警備員は、工事現場での交通誘導や花火大会での雑踏警備など私たちに身近な業務を行う一方、国際会議やVIP来日時の警備などの警察官に近い職務を担っています。今では、駐車禁止区域での違法駐車の取り締まり業務や官民共同PFI刑務所の警備といった公務員と同じ権限を持つ業務をも、警備員が行うようになりました。社会の秩序と人びとの安心・安全を守るうえで、警備員の役割は大きくなり、責任は重いものとなっています。空港や港湾、駅などの公共施設では、警察官と連携して警備を行うことも多く、警察官が近くにいないときには一般の人から通報を受け、警備員がまず現場へ駆け付ける時も少なくありません。しかし、警備員はあくまでも警備員です。警察官ではなく、民間人なのです。万一の事態に遭遇した場合に備えて警棒を持ち、実技の訓練を徹底的に受けていても、私たちと同等の権限しか持たない民間人なのです。

駐車違反の取り締まりや刑務所内警備を行っている警備員にはその狭い領域内でのみ有効な権限が付与されていますが、これは特殊な警備形態です。警備員は、警察官のような強制力を持った取り調べや立ち入り調査、職務質問などは一切できません。

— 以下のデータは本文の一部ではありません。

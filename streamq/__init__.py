"""streamq: design, run and measure audio quantizers on live feeds and recordings.

The pure design math lives in :mod:`streamq.design` and can be used on its own;
the streaming engine lives in :mod:`streamq.engine` and the node kinds in
:mod:`streamq.nodes`.
"""

__version__ = "0.1.0"
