class EncoderConfig(NodeConfig):
    use: Literal["encoder"]
    input: str = Field(description="signal to quantize")
    pdf: str | None = Field(None, description="pdf-estimator feeding adaptive designs "
                                              "(needed by trailing and lookahead)")
    method: Literal[METHODS] = Field("lloyd-max", description="design method")
    bits: int | None = Field(None, ge=1, le=16, description="index word length (levels = 2**bits)")
    levels: int | None = Field(None, ge=2, le=65_536, description="level count (instead of bits)")
    adapt: Literal["fixed", "trailing", "lookahead", "backward", "step", "gain"] = Field(
        "fixed", description="adaptation mode (step: backward step adaptation sample by sample; "
                             "gain: forward gain adaptation block by block)")
    design_from: Literal["histogram", "model"] = Field(
        "histogram", description="adaptive designs use the estimator's histogram or its fitted model")
    trigger: Literal["every-hop", "drift"] = Field(
        "every-hop", description="retrain at every snapshot, or when drift passes drift_threshold")
    drift_threshold: float = Field(0.05, gt=0, le=1, description="Jensen-Shannon divergence (bits) "
                                                                 "that triggers a retrain")
    min_interval: Duration = Field(Duration(0), description="least time between retrains")
    apply_after: Duration = Field(
        Duration(0), description="trailing: a design from the window ending at t applies from "
                                 "t + apply_after (gives a live worker time to finish it, so a "
                                 "live run and an offline replay apply it at the same sample)")
    warm_start: bool = Field(True, description="start each design from the newest codebook (a "
                                               "cold start when that one has lost levels or is "
                                               "wider than the window's data)")
    model: Literal[coding.PARAMETRIC] = Field(
        "gaussian", description="PDF for fixed designs, the first adaptive codebook and backward fits")
    scale: float = Field(0.1, gt=0, le=10, description="standard deviation of `model` (full scale = 1)")
    shape: float | None = Field(None, gt=0, le=20, description="shape of gamma / generalized-gaussian")
    train: str | None = Field(None, description="fixed mode: design on this audio file's samples")
    entropy: float | None = Field(None, gt=0, le=16, description="ecsq: target index entropy, bits/sample")
    loading: float = Field(4.0, gt=0, le=64, description="uniform: half-range in standard deviations")
    mu: float = Field(255.0, gt=0, description="mu-law: mu")
    a: float = Field(87.6, ge=1, description="A-law: A")
    grid_bits: int = Field(16, ge=8, le=32, description="side info: levels are sent on a grid of "
                                                        "this many bits (full scale = 1)")
    codebooks_from: str | None = Field(
        None, description="replay: apply the codebook announcements of this index file (e.g. "
                          "recorded in a live run) instead of designing")
    multipliers: list[float] | None = Field(
        None, min_length=1, max_length=32_768,
        description="step mode: step multiplier per index magnitude, innermost first (default: "
                    "the table for 2 to 5 bits)")
    multiplier_power: float = Field(
        1.0, gt=0, le=4, description="step mode: raise every multiplier to this power (1: as "
                                     "given; below 1 the step moves more slowly: steadier on "
                                     "noise-like material, slower on onsets)")
    min_step_db: float = Field(-80.0, ge=-200, le=0, description="step mode: smallest step, dB "
                                                                  "re full scale")
    max_step_db: float | None = Field(None, ge=-200, le=0,
                                      description="step mode: largest step, dB re full scale "
                                                  "(default: the step whose top level is at full "
                                                  "scale)")
    gain_block: Duration = Field(Duration(16, "ms"), description="gain mode: block coded with one "
                                                                  "gain (also the added latency)")
    gain_from: Literal["rms", "peak"] = Field("rms", description="gain mode: the block's RMS, or "
                                                                 "its peak (no overload)")
    gain_step_db: float = Field(1.5, gt=0, le=24, description="gain mode: spacing of the gain grid")
    gain_bits: int = Field(6, ge=1, le=12, description="gain mode: side information per block and "
                                                       "channel (the grid has 2**gain_bits gains "
                                                       "from full scale down)")
    window: Duration = Field(Duration(20, "ms"), description="backward mode: decoded past used")
    hop: Duration = Field(Duration(5, "ms"), description="backward mode: time between redesigns "
                                                         "(speech changes within 5 to 20 ms)")

    @model_validator(mode="after")
    def _check(self):
        if self.bits is not None and self.levels is not None:
            raise ValueError("levels: give bits or levels, not both")
        why = coding.check_method(self.method, self.adapt)
        if why:
            raise ValueError(why)
        if self.method in coding.G711 and self.n_levels != 256:
            raise ValueError(f"bits: {self.method} has 256 levels (bits = 8)")
        if self.adapt in ("trailing", "lookahead") and self.pdf is None and self.codebooks_from is None:
            raise ValueError(f"pdf: adapt = \"{self.adapt}\" needs a pdf-estimator: set this field")
        if self.apply_after.value and self.adapt != "trailing":
            raise ValueError("apply_after: only adapt = \"trailing\" applies designs later")
        if self.method == "optimal" and (self.adapt != "fixed" or self.train is not None):
            from streamq.design.optimal import MAX_DP_LEVELS  # the design library loads lazily
            if self.n_levels > MAX_DP_LEVELS:   # designs on histograms: the DP's limit
                raise ValueError(f"{'levels' if self.levels is not None else 'bits'}: method "
                                 f"\"optimal\" designs on histograms with at most "
                                 f"{MAX_DP_LEVELS} levels ({self.n_levels} asked)")
        if self.adapt in ("step", "gain"):
            self._check_scheme()
        if self.method == "ecsq" and self.entropy is None:
            raise ValueError("entropy: method \"ecsq\" needs a target: set this field (bits/sample)")
        return self

    def _check_scheme(self) -> None:
        """The step and gain modes' own rules."""
        from streamq.nodes.schemes.step import MULTIPLIERS
        if self.method not in ("lloyd-max", "uniform"):
            raise ValueError(f"method: adapt = \"{self.adapt}\" scales a \"lloyd-max\" or "
                             f"\"uniform\" codebook")
        if self.codebooks_from is not None:
            raise ValueError(f"codebooks_from: adapt = \"{self.adapt}\" derives its codebooks "
                             f"from the signal; nothing to replay")
        if self.adapt == "gain":
            return
        L = self.n_levels
        if L % 2 or L < 4:
            raise ValueError(f"{'levels' if self.levels is not None else 'bits'}: adapt = "
                             f"\"step\" needs an even level count of at least 4 (got {L})")
        if self.multipliers is None:
            if L not in {2 ** b for b in MULTIPLIERS}:
                raise ValueError(f"multipliers: no default table for {L} levels (there is one "
                                 f"for 2 to 5 bits); give {L // 2} values")
        elif len(self.multipliers) != L // 2:
            raise ValueError(f"multipliers: give {L // 2} values (one per index magnitude, "
                             f"innermost first), got {len(self.multipliers)}")
        elif not all(math.isfinite(m) and m > 0 for m in self.multipliers):
            raise ValueError("multipliers: every multiplier must be a finite number above 0")
        if self.max_step_db is not None and self.max_step_db < self.min_step_db:
            raise ValueError("max_step_db: must not be below min_step_db")

    @property
    def n_levels(self) -> int:
        if self.levels is not None:
            return self.levels
        if self.bits is not None:
            return 2 ** self.bits
        return 256 if self.method in coding.G711 else 16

私たちと同じ民間人としての権限しかありませんので、現場における尋問などは警備員が行ってはいけません。

警備業法第15条 (警備業務実施の基本原則) 
警備業者及び警備員は、警備業務を行うに当たっては、この法律により特別に権限を与えられているものでないことに留意するとともに、他人の権利及び自由を侵害し、又は個人若しくは団体の正当な活動に干渉してはならない。

警察官と似たような制服を着用し、人々の監視や犯罪抑止業務に当たる警備員は、ともすれば警察官と同等の権限を持っていると自身で誤解し、警察官のようにふるまう者もいます。警備員が民間人としての権限以上の行為を抑制し、警察官と同等の権限は持たないことを警備員自身に理解させるため、警備業法の基本原則が存在しています。